Um filme dirigido por Murilo Salles com Leandra Leal.
Baseado na obra de Clarah Averbuck.

Estamos postando hoje um texto sobre a fotografia de Nome Próprio.

Fotografia como extensão do corpo, do olho do diretor. Diretor que é fotógrafo e câmera. Uma fotografia nascida da relação de intimidade entre dramaturgia, atriz e espaço.

O diretor Murilo Salles apresenta a estética de Nome Próprio, filme olho.



FILME OLHO

Nome Próprio é um filme olho.

É o resultado da esfregação do olho de uma câmera com a potência do corpo encarnado de uma atriz.

Esse filme também é a história da conjunção do Diretor com o Fotógrafo num ser. É o primeiro Longa em que Murilo Salles/diretor é também co-fotógrafo e principalmente câmera.

Nome Próprio foi feito com uma equipe pequena por opção estética, porque é um filme sobre intimidade. Qualquer ruído entre a câmera e a atriz dispersaria a energia que fluiu entre um corpo sujeito e a lente.

Camila existe nas telas, pois estava presente no corpo e na alma da Leandra, habitou um espaço ‘elaborado’ por Pedro Paulo de Souza e sua precisão temporal foi esculpida por Vânia Debs.

Nome Próprio emana uma enorme energia que foi sugada do elenco/equipe.

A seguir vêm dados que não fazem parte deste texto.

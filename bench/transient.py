"""Speed figures for the transient-conduction solver (prints; no assertions).

Run from the repository root:  python bench/transient.py

Targets (issue): 1000 times x 100 positions per body at atol 1e-6 in at most 50 ms of solver
time; the roots of a new Biot number after the tables are warm in at most 1 ms; a target time
in at most 10 ms. Figures are medians of repeated runs; the machine is shared, so read them as
orders of magnitude.
"""

from __future__ import annotations

import os

# one BLAS thread, as in the service workers (MEASURED.md)
for _name in ("OPENBLAS_NUM_THREADS", "OMP_NUM_THREADS", "MKL_NUM_THREADS"):
    os.environ.setdefault(_name, "1")

import statistics  # noqa: E402
import sys  # noqa: E402
import time  # noqa: E402
from collections.abc import Callable  # noqa: E402
from pathlib import Path  # noqa: E402

import numpy as np  # noqa: E402

sys.path.insert(0, str(Path(__file__).resolve().parents[1]))

from service.solvers import eigen  # noqa: E402
from service.solvers.transient import (  # noqa: E402
    Surface,
    Target,
    TransientProblem,
    solve_transient,
)

# a quenched steel die part (invented): k 45 W/(m K), rho 7800 kg/m^3, c 460 J/(kg K)
K, RHO, C = 45.0, 7800.0, 460.0
ALPHA = K / (RHO * C)
L = 0.05


def median_ms(run: Callable[[], object], repeats: int = 15) -> float:
    run()  # warm caches
    samples = []
    for _ in range(repeats):
        start = time.perf_counter()
        run()
        samples.append(time.perf_counter() - start)
    return 1e3 * statistics.median(samples)


def problem(shape: str, fo_min: float, **changes: object) -> TransientProblem:
    geometry = {"slab": {"half_thickness": L}, "cylinder": {"radius": L},
                "sphere": {"radius": L}}[shape]
    base: dict[str, object] = dict(
        shape=shape, conductivity=K, density=RHO, specific_heat=C, initial_temperature=900.0,
        surface=Surface("convection", film_coefficient=500.0, ambient=30.0),
        times=tuple(np.geomspace(fo_min, 3.0, 1000) * L**2 / ALPHA),
        positions=tuple(np.linspace(0.0, L, 100)), atol=1e-6, **geometry)
    base.update(changes)
    return TransientProblem(**base)  # type: ignore[arg-type]


def main() -> None:
    print("transient solver benchmark (median ms, OPENBLAS_NUM_THREADS=1)")
    print()
    print("1000 times x 100 positions, atol 1e-6 K, Bi = 0.56 (target <= 50 ms)")
    for fo_min in (1e-4, 1e-8):
        for shape in ("slab", "cylinder", "sphere"):
            p = problem(shape, fo_min)
            r = solve_transient(p)
            ms = median_ms(lambda p=p: solve_transient(p))
            print(f"  {shape:8s} Fo {fo_min:.0e}..3: {ms:7.2f} ms   terms <= "
                  f"{r.convergence.terms}, short-time times {int(r.short_time.sum()):4d}, "
                  f"error estimate {r.convergence.error_estimate:.1e} K, "
                  f"{r.convergence.status}")

    print()
    print("roots + coefficients of a new Biot number, tables warm (target <= 1 ms)")
    for shape in ("slab", "cylinder", "sphere"):
        for count in (16, 64, 256):
            eigen.body_coefficients(shape, 0.123, count)  # warm the Bessel-zero tables
            biots = iter(np.geomspace(0.01, 100.0, 1000) * (1.0 + 1e-9 * count))
            ms = median_ms(lambda s=shape, n=count, b=biots: eigen.body_coefficients(
                s, float(next(b)), n), repeats=25)
            print(f"  {shape:8s} {count:4d} roots: {ms:6.3f} ms")

    print()
    print("whole solve at a new Biot number, 10 times x 10 positions")
    for shape in ("slab", "cylinder", "sphere"):
        films = iter(np.linspace(100.0, 900.0, 1000))
        small = problem(shape, 1e-3, times=tuple(np.geomspace(1.0, 3600.0, 10)),
                        positions=tuple(np.linspace(0.0, L, 10)))

        def run(s: TransientProblem = small, f: object = films) -> object:
            h = float(next(f))  # type: ignore[call-overload]
            return solve_transient(TransientProblem(**{
                **s.__dict__, "surface": Surface("convection", film_coefficient=h,
                                                 ambient=30.0)}))
        print(f"  {shape:8s}: {median_ms(run, repeats=25):6.2f} ms")

    print()
    print("target time (one time, one position; includes the forward solve) (target <= 10 ms)")
    for shape in ("slab", "cylinder", "sphere"):
        p = problem(shape, 1e-3, times=(60.0,), positions=(0.0,),
                    target=Target(temperature=200.0, position=0.0))
        r = solve_transient(p)
        ms = median_ms(lambda p=p: solve_transient(p))
        print(f"  {shape:8s}: {ms:6.2f} ms   t = {r.target_time:.6g} s, "
              f"{r.convergence.iterations} iterations, residual {r.convergence.residual:.1e} K")


if __name__ == "__main__":
    main()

É um filme-câmera, no recorte dos espaços, na exposição da exuberância barroca do corpo, da captação da luz naturalista concebida com a radical coragem de ser quase nada. Luz de lâmpadas de 100 volts, 200 volts ou florescentes. A luz que esculpe uma verdade. Uma luz ética, pois prescinde da sedução do efeito, do truque do falso contraste de pedestal enterrado. O digital sem enganação. O digital que vai dominar, pois é libertário.

Libertário de um poder da técnica do Diretor de Fotografia. Que encobre suas limitações exercendo esse 'domínio'. O uso abusivo da 'ferramenta' para encobrir a falta de pensamento estético, a falta de pertinência na adequação fotográfica e principalmente a ignorância mesmo. Agora, com o Digital, o olhar está libertado para além da técnica, pois no digital tudo vira preset.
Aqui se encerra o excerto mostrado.